# BNN stock picks



## gibor365 (Apr 1, 2011)

I like reading on stockchase.com opinions on stock I hold or planing to buy... , today Fabrice Taylor gave Top picks to 2 stocks that I've never heard about, but on the first glance look attractive and have very nice yiekd: AD-T


> A brilliant little company based in Calgary that invests in royalties.....


 and TR.UN-X


> Owns and operates hotels in smaller communities such as Fort McMurray, Red Deer, Regina, everywhere where commodities are hot and business is booming. Management owns a lot of stock.....


. 
Is anyone hold or following those 2?


----------



## Homerhomer (Oct 18, 2010)

No, never heard of these two, however that's beside the point.

The main message is that for the most part these guys pump whatever they hold and no have no problem dumping their picks the day after the show is over is they see it fit, this especially applies to small companies, the record of top picks speaks for itself and by the time naive viewer realizes what hit them the geniues advisor is long out of the stock with a smaller loss.

There are IMO few exceptions worth listening to, Benjy Gallagher (I think that's his name) from contra investing (even though that investing philosophy does't fit my bill), and few others, apart from this there isn't much value in that advise.


----------



## PMREdmonton (Apr 6, 2009)

Fabrice does write an investing advice column where you can subscribe and get real time trade advice.
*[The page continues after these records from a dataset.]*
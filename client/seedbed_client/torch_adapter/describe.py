"""describe_module: a torch module read as a seedbed request, with every inference visible."""

from __future__ import annotations

from collections.abc import Mapping
from dataclasses import dataclass
from typing import Any

import torch
from torch import nn

from seedbed_client.errors import Problem, SpecInvalid
from seedbed_client.torch_adapter import graph as g
from seedbed_client.torch_adapter.catalog import Activation, activation_of_module, activation_text
from seedbed_client.torch_adapter.description import (
    FROM_CALLER,
    FROM_DEFAULT,
    FROM_MODULE,
    FROM_ORDER,
    LayerFacts,
    ModuleDescription,
)
from seedbed_client.torch_adapter.modules import (
    ParameterCopy,
    Part,
    is_layer_module,
    module_parts,
)
from seedbed_client.torch_adapter.overrides import qualified_problems, raise_unknown_keys

DTYPES: Mapping[torch.dtype, str] = {
    torch.float32: "float32",
    torch.float64: "float64",
    torch.float16: "float16",
    torch.bfloat16: "bfloat16",
}
GRAPH_MODES = ("auto", "trace", "hooks", "order")


@dataclass
class _Read:
    flow: g.Flow | None
    source: str
    notes: list[str]


def _read_graph(
    module: nn.Module, mode: str, example_input: Any, input_shape: tuple[int, ...] | None = None
) -> _Read:
    notes: list[str] = []
    if mode in ("auto", "trace"):
        try:
            flow = g.read_by_tracing(module)
            return _Read(flow, flow.source, notes)
        except Exception as exc:  # any tracing failure: try the next reader
            first_line = (str(exc).strip().splitlines() or [type(exc).__name__])[0]
            notes.append(
                f"torch.fx could not trace the module ({type(exc).__name__}: {first_line[:160]})"
            )
            if mode == "trace":
                raise SpecInvalid([Problem("graph", "not_allowed", notes[-1])]) from exc
    if mode in ("auto", "hooks"):
        sample, how = example_input, "the caller's sample input"
        if sample is None:
            built = g.build_sample_input(module, input_shape)
            if built is not None:
                sample, how = built
        if sample is not None:
            try:
                flow = g.read_by_hooks(module, sample)
                notes.append(f"read by a forward pass on {how}")
                return _Read(flow, "forward hooks", notes)
            except Exception as exc:  # a failing forward: module order
                notes.append(
                    f"the forward pass on {how} failed ({type(exc).__name__}: {exc})"[:240]
                )
        else:
            notes.append(
                "no sample input: pass example_input or input_shape to read the graph by a "
                "forward pass"
            )
        if mode == "hooks":
            raise SpecInvalid([Problem("graph", "not_allowed", notes[-1])])
    notes.append(
        "activations and residuals read from module order only (siblings in an nn.Sequential): "
        "a last resort that cannot see functional calls or residual adds"
    )
    return _Read(None, FROM_ORDER, notes)


def _sibling_activation(
    parents: Mapping[str, tuple[nn.Module, str]], q: str
) -> tuple[Activation | None, str]:
    """Module-order reading: the activation module after `q` inside its nn.Sequential."""
    if q not in parents or not isinstance(parents[q][0], nn.Sequential):
        return None, "not inside an nn.Sequential"
    from seedbed_client.torch_adapter.catalog import is_pass_through_module

    parent, key = parents[q]
    siblings = list(parent._modules.items())
    index = [k for k, _ in siblings].index(key)
    for _, nxt in siblings[index + 1 :]:
        if nxt is None or is_pass_through_module(nxt):
            continue
        if is_layer_module(nxt):
            return ("linear", None), "the next module in its nn.Sequential is a layer"
        act = activation_of_module(nxt)
        if act is None:
            return None, f"the next module in its nn.Sequential is {type(nxt).__name__}"
        return act, f"the next module in its nn.Sequential is {type(nxt).__name__}"
    return None, "it is the last module of its nn.Sequential"


def _given(value: str | tuple[str, float]) -> Activation:
    return (value, None) if isinstance(value, str) else (value[0], float(value[1]))
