"""Unscheduled contacts per year in each stage: from a real fit's summary into the report rows."""

from __future__ import annotations

import json

import sys
from dataclasses import replace
from pathlib import Path

import numpy as np
import pytest

sys.path.insert(0, str(Path(__file__).resolve().parents[1] / "fitting"))
from fitting_helpers import three_stage_model  # noqa: E402

from caseview.reports.model_summary import summarise_model, unscheduled_contacts_per_year  # noqa: E402
from hmm.fitting import fit_model  # noqa: E402
from hmm.model import UnscheduledContacts  # noqa: E402
from hmm.simulate import simulate_caseload  # noqa: E402


def test_fitted_rates_per_year_reach_the_report(rng):
    model = replace(three_stage_model(), unscheduled_contacts=UnscheduledContacts(np.array([0.005, 0.02, 0.0])))
    schedule = [np.arange(0.0, 500.0, 70.0) for _ in range(80)]
    sim = simulate_caseload(model, schedule, rng.integers(0, 2, size=(80, 1)).astype(float), rng)
    result = fit_model(model, sim.timelines, starts=1)
    summary = result.to_summary()
    from caseview.modelfile import dump_model
    from caseview.storage.workspace import ModelVersion

    stored = json.loads(json.dumps(summary.to_dict(), allow_nan=False))   # as the workspace keeps it
    version = ModelVersion(7, "2026-12-03T10:00:00Z", "fitted", dump_model(result.model), stored, True)
    rows = unscheduled_contacts_per_year(result.model, summary)
    assert [r.stage for r in rows] == ["Well", "Unwell", "Gone"]
    unwell = rows[1]
    assert unwell.per_year == pytest.approx(result.model.unscheduled_contacts.rates[1] * 365.25)
    assert unwell.lower < unwell.per_year < unwell.upper
    assert rows[2].per_year == 0.0 and rows[2].lower is None   # a structural zero has no interval
    assert summarise_model(result.model, version).unscheduled_per_year == rows
    # not fitted: the model's own rates, no intervals; no block: nothing
    assert unscheduled_contacts_per_year(model, None)[0].per_year == pytest.approx(0.005 * 365.25)
    assert unscheduled_contacts_per_year(three_stage_model(), summary) == []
Small-cap Cdn space is an undercovered area where professional advice from a smart guy can lead to outsized gains and he has a good track record thus far. 
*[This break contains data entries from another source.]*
"""Case work jobs (record, correct, void, contacts, close, reopen) on the invented demo caseload."""

from __future__ import annotations

import datetime as dt

import numpy as np
import pytest

from caseview.errors import InputError
from caseview.operations import casework
from caseview.storage import Workspace


@pytest.fixture
def ws(tmp_path):
    from caseview.cli.basic import create_demo_workspace

    path = tmp_path / "demo.cvw"
    create_demo_workspace(path, "tester")
    workspace = Workspace.open(path)
    yield workspace
    workspace.close()


def _snapshot(ws):
    con = ws.connection
    return [con.execute(f"SELECT COUNT(*) FROM {t}").fetchone()[0]
            for t in ("cases", "contacts", "contact_versions", "contact_provenance", "case_closures", "audit_log")]


def test_record_carries_covariates_over_and_is_audited(ws):
    last = casework.list_contacts(ws, "HS-0002")[-1]
    result = casework.record_contact(ws, "HS-0002", "2026-12-01", "ann", values={"mobility": "slow"})
    assert result.carried_over == ("lives_alone", "balance_programme")
    stored = casework.list_contacts(ws, "HS-0002")[-1]
    assert stored.date == "2026-12-01" and stored.values["mobility"] == "slow" and stored.values["falls"] == ""
    assert stored.covariates == last.covariates
    assert stored.recorded_by == "ann" and stored.status == "current"
    assert abs(sum(result.estimate.p_now.values()) - 1.0) < 1e-9
    entry = ws.audit_entries()[-1]
    assert entry.action == "contact.record" and entry.details["old"] is None
    assert entry.details["new"]["values"]["mobility"] == "slow"
    assert ws.audit_verify().ok


def test_recorded_estimate_matches_scoring_the_whole_caseload(ws):
    from caseview.scoring import score_caseload

    result = casework.record_contact(ws, "HS-0002", "2026-12-01", "ann", values={"concern": "serious"})
    scores = score_caseload(ws, dt.date(2026, 12, 1))
    row = scores.row_of("HS-0002")
    assert np.allclose(list(result.estimate.p_now.values()), scores.p_now[row], atol=1e-12)


def test_new_case_needs_coordinator_and_covariates(ws):
    before = _snapshot(ws)
    with pytest.raises(InputError, match="coordinator"):
        casework.record_contact(ws, "HS-9001", "2026-12-01", "ann")
    with pytest.raises(InputError, match="lives_alone"):
        casework.record_contact(ws, "HS-9001", "2026-12-01", "ann", coordinator="C2")
    assert _snapshot(ws) == before
    result = casework.add_case(ws, "HS-9001", "C2", "2026-12-01", "ann",
                               covariates={"lives_alone": 1, "balance_programme": 0})
    assert result.case_created and ws.case_count() == before[0] + 1
    with pytest.raises(InputError, match="already exists"):
        casework.add_case(ws, "HS-9001", "C2", "2026-12-02", "ann", covariates={"lives_alone": 1,
                                                                                "balance_programme": 0})
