"""The PDF report: caution, as-of date and page numbers on every page, flagged cases, charts, metadata."""

from __future__ import annotations

import re

import numpy as np
import pytest

from caseview import ADVISORY_NOTICE
from reports_helpers import AS_OF, pdf_page_texts, squash


@pytest.fixture(scope="module")
def assessment(report_workspace):
    from caseview.followup import assess_caseload
    from caseview.storage import Workspace

    with Workspace.open(report_workspace) as ws:
        return assess_caseload(ws, AS_OF, 90.0, reopen=False)


def test_every_page_has_caution_as_of_and_page_number(calendar_reports):
    texts = pdf_page_texts(calendar_reports["pdf"].path)
    assert len(texts) == calendar_reports["pdf"].count >= 5
    for number, text in enumerate(texts, start=1):
        flat = squash(text)
        assert squash(ADVISORY_NOTICE) in flat, f"page {number} lacks the advisory caution"
        assert f"as of {AS_OF.isoformat()}" in flat, f"page {number} lacks the as-of date"
        assert f"page {number} of {len(texts)}" in flat


def test_flagged_case_ids_and_review_status_in_text(calendar_reports, assessment):
    flat = squash(" ".join(pdf_page_texts(calendar_reports["pdf"].path)))
    flagged = [str(c) for c, f in zip(assessment.scores.case_ids, assessment.is_flagged) if f]
    assert flagged
    for case_id in flagged:
        assert case_id in flat
    # The one review recorded in the fixture is counted as done.
    assert re.search(r"\b1 reviewed by a supervisor", flat)
    assert "seen at meeting" in flat  # the review's note is shown beside its status
    assert f"{len(flagged) - 1} outstanding" in flat
    assert "rates not fitted to this caseload" in flat.lower()


def test_unflagged_cases_are_not_in_the_flag_table(calendar_reports, assessment):
    pages = pdf_page_texts(calendar_reports["pdf"].path)
    table = squash(" ".join(p for p in pages if "Flagged cases (" in p))
    unflagged = [str(c) for c, f in zip(assessment.scores.case_ids, assessment.is_flagged) if not f]
    # Changes-since lists live on the cover, not on these pages, so no unflagged ID may appear here.
    assert not [c for c in unflagged if re.search(rf"\b{c}\b", table)]


def _fill_colours(page) -> set:
    """Non-stroking RGB colours set by 'r g b rg' operators (PDF 32000-1:2008, section 8.6.8, table 74)."""
    data = page.get_contents().get_data().decode("latin-1")
    found = set()
    for r, g, b in re.findall(r"([\d.]+) ([\d.]+) ([\d.]+) rg", data):
        found.add(tuple(round(float(v) * 255) for v in (r, g, b)))
    return found


def test_chart_pages_draw_stage_coloured_areas(calendar_reports):
    from pypdf import PdfReader

    from caseview.reports.style import stage_colours

    reader = PdfReader(str(calendar_reports["pdf"].path))
    stage_rgb = {tuple(int(h[i:i + 2], 16) for i in (1, 3, 5)) for h in stage_colours(5)}
    texts = [squash(p.extract_text()) for p in reader.pages]
    chart_pages = [i for i, t in enumerate(texts) if "Expected stage occupancy" in t or "stage probabilities over time" in t]
    assert len(chart_pages) >= 2
    for i in chart_pages:
        colours = _fill_colours(reader.pages[i])
        # Each stage band is filled in its Okabe-Ito colour (within rounding of 8-bit values).
        near = {c for c in colours for s in stage_rgb if max(abs(a - b) for a, b in zip(c, s)) <= 1}
        assert len(near) >= 4, f"page {i + 1}: stage fill colours missing ({sorted(colours)})"
        data = reader.pages[i].get_contents().get_data()
        assert data.count(b" l\n") + data.count(b" l ") > 100, "expected many drawn path segments"


def test_metadata_has_title_and_no_case_data(calendar_reports, assessment):
    from pypdf import PdfReader

    meta = PdfReader(str(calendar_reports["pdf"].path)).metadata
    assert meta.title == "caseview caseload report"
    text = " ".join(str(v) for v in meta.values())
    assert not any(str(c) in text for c in assessment.scores.case_ids)


def test_timeline_cap_says_how_many_were_left_out(report_workspace, tmp_path, monkeypatch, assessment):
    from caseview.reports import build_report, pdf
    from caseview.storage import Workspace

    monkeypatch.setattr(pdf, "MAX_TIMELINES", 2)
    n_flagged = int(np.sum(assessment.is_flagged))
    with Workspace.open(report_workspace) as ws:
        result = build_report(ws, AS_OF, tmp_path / "capped.pdf", flagged_only=True, actor="t")
    flat = squash(" ".join(pdf_page_texts(result.path)))
    assert f"first 2 flagged cases by priority; {n_flagged - 2} more left out" in flat


def test_flag_table_cap_lists_the_most_urgent_and_says_where_the_rest_are(report_workspace, tmp_path, monkeypatch,
                                                                          assessment):
    from caseview.reports import build_report, pdf
    from caseview.storage import Workspace

    monkeypatch.setattr(pdf, "MAX_LISTED_FLAGGED", 3)
    flagged = np.flatnonzero(assessment.is_flagged)
    assert flagged.size > 3
    urgent_first = flagged[np.argsort(-assessment.priority[flagged], kind="stable")]
    with Workspace.open(report_workspace) as ws:
        result = build_report(ws, AS_OF, tmp_path / "capped.pdf", actor="t")
    texts = pdf_page_texts(result.path)
    flat = squash(" ".join(texts))
    assert f"the 3 most urgent of {flagged.size:,}" in flat
    left_out = flagged.size - 3
    assert f"{left_out:,} more flagged case{'' if left_out == 1 else 's'} {'is' if left_out == 1 else 'are'} " \
           "not listed in this PDF" in flat
    assert "Do not take a case's absence here to mean it needs no follow-up" in flat
    table = squash(" ".join(t for t in texts if "Flagged cases" in t))
    for r in urgent_first[:3]:
        assert str(assessment.scores.case_ids[r]) in table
I really like the Royalty company he recommended - just watch for a spike on Monday on his advice. Once it passes and it drops a bit that is the time to buy. Then again, by Monday everyone may have forgotten about it already.
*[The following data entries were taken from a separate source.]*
"""``caseview report``: formats from the extension, audit entry, one-line errors, nothing half-written."""

from __future__ import annotations

import hashlib
import shutil

import pytest

from caseview import ADVISORY_NOTICE
from reports_helpers import AS_OF


@pytest.fixture
def workspace_copy(report_workspace, tmp_path):
    path = tmp_path / "copy.cvw"
    shutil.copy(report_workspace, path)
    return path


def test_cli_csv_report_is_audited(workspace_copy, tmp_path, capsys):
    from caseview.cli.main import main
    from caseview.storage import Workspace

    out = tmp_path / "summary.csv"
    code = main(["report", str(workspace_copy), "--as-of", AS_OF.isoformat(), "--out", str(out), "--by", "sup-2",
                 "--horizon", "60"])
    printed = capsys.readouterr().out
    assert code == 0 and out.exists()
    with Workspace.open(workspace_copy) as ws:
        entry = ws.audit_entries()[-1]
        head = ws.audit_head()
        previous = ws.audit_entries()[-2].entry_hash
        assert ws.audit_verify().ok
    assert (entry.actor, entry.action, entry.target) == ("sup-2", "report.create", "summary.csv")
    assert entry.details["format"] == "csv" and entry.details["as_of"] == AS_OF.isoformat()
    assert entry.details["options"]["horizon_days"] == 60.0
    assert entry.details["sha256"] == hashlib.sha256(out.read_bytes()).hexdigest()
    assert f"audit chain head in the report: {previous}" in printed
    assert f"report recorded as audit entry {entry.id}; audit chain head now: {head}" in printed
    assert ADVISORY_NOTICE in printed


@pytest.mark.parametrize("args, message", [
    (["--out", "{tmp}/r.docx"], "expected a file name ending in .pdf, .xlsx or .csv"),
    (["--out", "{tmp}/r.csv", "--since", "2026-12-31"], "changes since: expected a date before the as-of date"),
    (["--out", "{tmp}/r.csv", "--coordinator", "C9"], "no coordinator 'C9'"),
    (["--out", "{tmp}/r.csv", "--horizon", "-5"], "horizon: expected a number of days > 0"),
])
def test_cli_errors_are_one_line_and_change_nothing(workspace_copy, tmp_path, capsys, args, message):
    from caseview.cli.main import main
    from caseview.storage import Workspace

    with Workspace.open(workspace_copy) as ws:
        before = ws.audit_head()
    argv = ["report", str(workspace_copy), "--as-of", AS_OF.isoformat()] + [a.format(tmp=tmp_path) for a in args]
    code = main(argv)
    err = capsys.readouterr().err
    assert code == 2
    assert message in err and "Traceback" not in err and len(err.strip().splitlines()) == 1
    assert sorted(p.name for p in tmp_path.iterdir()) == ["copy.cvw"]     # no report, no temporary file
    with Workspace.open(workspace_copy) as ws:
        assert ws.audit_head() == before


def test_build_report_result_and_progress(workspace_copy, tmp_path):
    from caseview.reports import build_report
    from caseview.storage import Workspace

    seen = []
    with Workspace.open(workspace_copy) as ws:
        before = ws.audit_head()
        result = build_report(ws, AS_OF.isoformat(), tmp_path / "book.xlsx", actor="t", callback=seen.append)
        assert result.audit_head == before and result.entry_hash == ws.audit_head()
    assert result.format == "xlsx" and result.n_rows == result.count > 0 and result.n_pages is None
    assert seen[0] == 0.0 and seen[-1] == 1.0 and seen == sorted(seen)


def test_cancel_from_callback_leaves_nothing(workspace_copy, tmp_path):
    from caseview.errors import Cancelled
    from caseview.reports import build_report
    from caseview.storage import Workspace

    def cancel(fraction):
        if fraction > 0.5:
            raise Cancelled()

    with Workspace.open(workspace_copy) as ws:
        before = ws.audit_head()
        with pytest.raises(Cancelled):
            build_report(ws, AS_OF, tmp_path / "r.pdf", actor="t", callback=cancel)
        assert ws.audit_head() == before
    assert sorted(p.name for p in tmp_path.iterdir()) == ["copy.cvw"]


def test_head_printed_on_the_terminal_is_the_head_inside_the_report(workspace_copy, tmp_path, capsys):
    """Issue 12, item 2: the chain head a reader finds in the workbook is the one the command printed."""
    from openpyxl import load_workbook

    from caseview.cli.main import main

    out = tmp_path / "book.xlsx"
    assert main(["report", str(workspace_copy), "--as-of", AS_OF.isoformat(), "--out", str(out), "--by", "t"]) == 0
    printed = capsys.readouterr().out
    book = load_workbook(out, read_only=True)
    inside = [row[1] for sheet in book.worksheets for row in sheet.iter_rows(values_only=True)
              if row and row[0] == "audit_chain_head"]
    assert len(inside) == 1 and len(inside[0]) == 64
    assert f"audit chain head in the report: {inside[0]}" in printed
    assert oct(out.stat().st_mode & 0o777) == oct(0o600)  # item 8: owner-only
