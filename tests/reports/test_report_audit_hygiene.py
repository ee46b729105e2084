"""A report's file name reaches the append-only audit trail only when it cannot hold an identifier
(the rule exports and imports use, issue 12 item 6); ``--by`` is one line (item 7); the
``--coordinator`` filter reads a typed code like an imported one."""

from __future__ import annotations

import hashlib
import shutil

import pytest

from caseview.cli.main import main
from caseview.storage import Workspace
from reports_helpers import AS_OF


@pytest.fixture
def workspace_copy(report_workspace, tmp_path):
    path = tmp_path / "copy.cvw"
    shutil.copy(report_workspace, path)
    return path


@pytest.mark.parametrize("name", ["Mary Smith visits.csv", "call 07700 900123.csv"])
def test_report_file_name_that_may_hold_an_identifier_is_withheld(workspace_copy, tmp_path, capsys, name):
    out = tmp_path / name
    code = main(["report", str(workspace_copy), "--as-of", AS_OF.isoformat(), "--out", str(out), "--by", "sup-2"])
    capsys.readouterr()
    assert code == 0 and out.exists()
    with Workspace.open(workspace_copy) as ws:
        entry = ws.audit_entries()[-1]
    digest = hashlib.sha256(out.read_bytes()).hexdigest()
    assert entry.action == "report.create"
    assert entry.target == f"file {digest[:12]}.csv (name withheld)"
    stem = name.rsplit(".", 1)[0]
    assert all(stem not in str(v) for v in (entry.target, entry.details))


def test_plain_report_file_name_is_kept(workspace_copy, tmp_path, capsys):
    out = tmp_path / "team_summary.csv"
    assert main(["report", str(workspace_copy), "--as-of", AS_OF.isoformat(), "--out", str(out)]) == 0
    capsys.readouterr()
    with Workspace.open(workspace_copy) as ws:
        assert ws.audit_entries()[-1].target == "team_summary.csv"


def test_report_by_with_a_line_break_is_refused(workspace_copy, tmp_path, capsys):
    out = tmp_path / "summary.csv"
    code = main(["report", str(workspace_copy), "--as-of", AS_OF.isoformat(), "--out", str(out),
                 "--by", "sup\n1 2026-01-01 forged"])
    err = capsys.readouterr().err
    assert code != 0 and "--by" in err and "control character" in err and not out.exists()


def test_report_coordinator_filter_reads_a_typed_code(workspace_copy, tmp_path, capsys):
    with Workspace.open(workspace_copy) as ws:
        model, _ = ws.current_model()
        stored = sorted({str(c) for c in ws.load_caseload(model).coordinators if c})[0]
    out = tmp_path / "mine.csv"
    code = main(["report", str(workspace_copy), "--as-of", AS_OF.isoformat(), "--out", str(out),
                 "--coordinator", f" {stored.lower()}\u200b"])
    err = capsys.readouterr().err
    assert code == 0, err
    with Workspace.open(workspace_copy) as ws:
        assert ws.audit_entries()[-1].details["options"]["coordinator"] == stored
The thing about small cap space is you have to be ready for the volatility, especially when the market is falling. Most of these companies don't have deep pockets and can go under or lose 70-80% of their market cap in a big bear market. If you can't withstand that kid of volatility this is not a place for you to invest.


----------



## doctrine (Sep 30, 2011)

I've owned AD for a while. Great company. The best part is its quite small (300M), so institutions can't really do much with it. It's more than liquid enough for an individual investor though.


----------



## rassmy (May 7, 2010)

Recently I initiated a position in AD, it is a small company almost 0 liability, low PE ratio and nice dividend yield, so as a dividend investor what else should I look for before buying such comapny. I am ready to increase my holding if it goes south. One more to add, its one of the top10 holding for couple of dividend funds.


----------



## Belguy (May 24, 2010)

When a guest recommends a particular stock on BNN, the channel pretty much always indicates whether the guest, his firm, or his family have any holdings in that stock. I have often wondered by they are making their choice one of their 'top picks' when they often don't even hold that stock either themselves or in any of the funds that they manage. But then, Homerhomer suggests that, even if they did hold the stocks in question, they could dump them shortly after recommending them and so if you listen to their recommendations at all, you pays your money and you takes your chances.


----------



## Spidey (May 11, 2009)

I watch BNN all the time. Usually watch "Market Call" on the laptop while I do my workout. I would never go out an buy a stock based on a recommendation alone. However, I do find it a good springboard to do further research on stocks that I may not have previously considered. I particularly pay attention when the same name crops up over and over again amongst experts. There are some experts that I pay more attention to than others. You get a sense of which ones more closely represent the investing style you prefer. I tend to like the older guys, because they've been "around the block" a few times. I also like the dividend or REIT players.


----------



## gibor365 (Apr 1, 2011)

I also pay attention on past Top picks of the experts... if majority of specific experts's past picks were up, his picks are more reliable in my eyes.
btw, what names do you like among experts?


----------



## HaroldCrump (Jun 10, 2009)

Homerhomer said:


> There are IMO few exceptions worth listening to, Benjy Gallagher (I think that's his name)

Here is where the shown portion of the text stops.